→ **YOUR ASSIGNMENT**: Go over the entries and report the lines where the word "return" occurs.

******

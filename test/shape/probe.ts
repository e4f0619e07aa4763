import { readFileSync } from "node:fs";
import type { Habitat } from "../../src/layout/habitat.ts";
import { parseLayout } from "../../src/layout/parse.ts";
import { resolveHabitat } from "../../src/layout/resolve.ts";
import type { Drawable, Triangles, WideLines } from "../../src/shape/drawable.ts";
import { fromStage, type StageFrame } from "../../src/shape/stage-frame.ts";
import type { RingVec } from "../../src/vector/vec3.ts";

export type Point = readonly [number, number, number];

/** A shipped layout as the mechanics reads it. */
export function shipped(name: string): Habitat {
	const parsed = parseLayout(readFileSync(`assets/layout/${name}.layout.json`, "utf8"));
	if (!parsed.ok) throw new Error(`${name}: ${JSON.stringify(parsed.problems)}`);
	return resolveHabitat(parsed.layout);
}

export const meshes = (list: readonly Drawable[]): Triangles[] => list.filter((d) => d.kind === "triangles");
export const lines = (list: readonly Drawable[]): WideLines[] => list.filter((d) => d.kind === "lines");

export function named<T extends { readonly name: string }>(list: readonly T[], name: string): T {
	const found = list.find((d) => d.name === name);
	if (!found) throw new Error(`no drawable ${name} among ${list.map((d) => d.name).join(", ")}`);
	return found;
}

const triple = (a: Float32Array, i: number): Point => [a[3 * i] as number, a[3 * i + 1] as number, a[3 * i + 2] as number];
export const vertexCount = (m: Triangles): number => m.position.length / 3;
export const positionAt = (m: Triangles, i: number): Point => triple(m.position, i);
export const normalAt = (m: Triangles, i: number): Point => triple(m.normal, i);
export const ringAt = (frame: StageFrame, m: Triangles, i: number): RingVec => fromStage(frame, ...positionAt(m, i));

export const minus = (a: Point, b: Point): Point => [a[0] - b[0], a[1] - b[1], a[2] - b[2]];
export const plus = (a: Point, k: number, b: Point): Point => [a[0] + k * b[0], a[1] + k * b[1], a[2] + k * b[2]];
export const dotted = (a: Point, b: Point): number => a[0] * b[0] + a[1] * b[1] + a[2] * b[2];
export const crossed = (a: Point, b: Point): Point => [a[1] * b[2] - a[2] * b[1], a[2] * b[0] - a[0] * b[2], a[0] * b[1] - a[1] * b[0]];
export const size = (a: Point): number => Math.hypot(...a);

/** Corner positions of each triangle. */
export function* triangles(m: Triangles): Generator<readonly [Point, Point, Point, number, number, number]> {
	for (let t = 0; t < m.index.length; t += 3) {
		const [a, b, c] = [m.index[t] as number, m.index[t + 1] as number, m.index[t + 2] as number];
		yield [positionAt(m, a), positionAt(m, b), positionAt(m, c), a, b, c];
	}
}

export function area(m: Triangles): number {
	let sum = 0;
	for (const [a, b, c] of triangles(m)) sum += size(crossed(minus(b, a), minus(c, a))) / 2;
	return sum;
}

/** Distance along `direction` from `from` to the nearest triangle of either side, at most `reach`; null where none (Möller, Trumbore 1997). */
export function cast(
	list: readonly Triangles[],
	from: Point,
	direction: Point,
	reach: number,
): { readonly distance: number; readonly name: string } | null {
	let best: { distance: number; name: string } | null = null;
	const [dx, dy, dz] = direction;
	for (const m of list) {
		const p = m.position;
		for (let t = 0; t < m.index.length; t += 3) {
			const a = 3 * (m.index[t] as number);
			const b = 3 * (m.index[t + 1] as number);
			const c = 3 * (m.index[t + 2] as number);
			const ax = p[a] as number;
			const ay = p[a + 1] as number;
			const az = p[a + 2] as number;
			const ux = (p[b] as number) - ax;
			const uy = (p[b + 1] as number) - ay;
			const uz = (p[b + 2] as number) - az;
			const vx = (p[c] as number) - ax;
			const vy = (p[c + 1] as number) - ay;
			const vz = (p[c + 2] as number) - az;
			const hx = dy * vz - dz * vy;
			const hy = dz * vx - dx * vz;
			const hz = dx * vy - dy * vx;
			const det = ux * hx + uy * hy + uz * hz;
			if (Math.abs(det) < 1e-14) continue;
			const sx = from[0] - ax;
			const sy = from[1] - ay;
			const sz = from[2] - az;
			const u = (sx * hx + sy * hy + sz * hz) / det;
			if (u < 0 || u > 1) continue;
			const qx = sy * uz - sz * uy;
			const qy = sz * ux - sx * uz;
			const qz = sx * uy - sy * ux;
			const v = (dx * qx + dy * qy + dz * qz) / det;
			if (v < 0 || u + v > 1) continue;
			const distance = (vx * qx + vy * qy + vz * qz) / det;
			if (distance > 1e-6 && distance <= (best?.distance ?? reach)) best = { distance, name: m.name };
		}
	}
	return best;
}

******

→ **ANSWER TO THIS PROBLEM**:
	return resolveHabitat(parsed.layout);
	return found;
	return sum;
	return best;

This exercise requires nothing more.